Unnamed: 0,played_minutes,experience,age
0,1818.0,Pro,9
1,228.0,Veteran,17
2,0.0,Veteran,17
3,42.0,Amateur,21
4,6.0,Regular,21
...,...,...,...
191,0.0,Amateur,17
192,18.0,Veteran,22
193,0.0,Amateur,17
194,138.0,Amateur,17


## 4. Methods and Plan

**Method:**

  One possible method is through the KNN Classification method and choosing the right number of neighbours to optimize the model.

**Why is this method appropriate?**
    This method is appropriate as this is a classification model, trying to predict which experience level a player would be based on their age and hours played.

**What are the potential limitations or weaknesses of the method selected?**
    These variables might not be the best ones to predict the experience level.

**How are you going to compare and select the model?**
    Comparing through accuracy and selecting the model with neighbours that would optimize the accuracy of the model. Cross validation also can be used to select the optimal number of neighbours.

  
**How are you going to process the data to apply the model?

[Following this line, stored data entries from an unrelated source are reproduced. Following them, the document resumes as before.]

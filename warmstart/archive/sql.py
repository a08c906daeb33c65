"""Running one statement on an archive's connection, for the modules of this package.

Statements come from the modules themselves (identifiers from their
allow-lists); every value goes through a ``?`` placeholder in ``params``.
"""

from __future__ import annotations

from typing import Any

import duckdb

__all__ = ["fetch", "rows_changed", "quoted", "table_columns"]


def fetch(con: duckdb.DuckDBPyConnection, sql: str, params: Any = None) -> list[tuple]:
    """All rows of one statement, as tuples."""
    return con.execute(sql, params or []).fetchall()


def rows_changed(con: duckdb.DuckDBPyConnection, sql: str, params: Any = None) -> int:
    """Run a DELETE or UPDATE and return how many rows it changed (DuckDB returns the count as a row)."""
    result = fetch(con, sql, params)
    return int(result[0][0]) if result else 0


def quoted(name: str) -> str:
    """A name read from a database's own catalog (a column, a catalog), as a quoted SQL identifier."""
    return '"' + name.replace('"', '""') + '"'


def table_columns(con: duckdb.DuckDBPyConnection, catalog: str, table: str) -> list[str]:
    """Columns of ``catalog.main.table`` in order (empty when there is no such table)."""
    return [r[0] for r in fetch(
        con, "SELECT column_name FROM information_schema.columns WHERE table_catalog = ? AND table_schema = 'main' "
        "AND table_name = ? ORDER BY ordinal_position", [catalog, table])]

For example: - Are you splitting the data? How? How many splits? What proportions will - you use for the splits? At what stage will you split? Will there be a validation set? Will you use cross validation?**

Yes, the data has to be split into testing and training data. Two splits can be made with 40% of the data kept for testing for model and 60% for training the model.

The data will be split before creating the model. Yes cross validation will be used to find the optimal number of knn neighbours.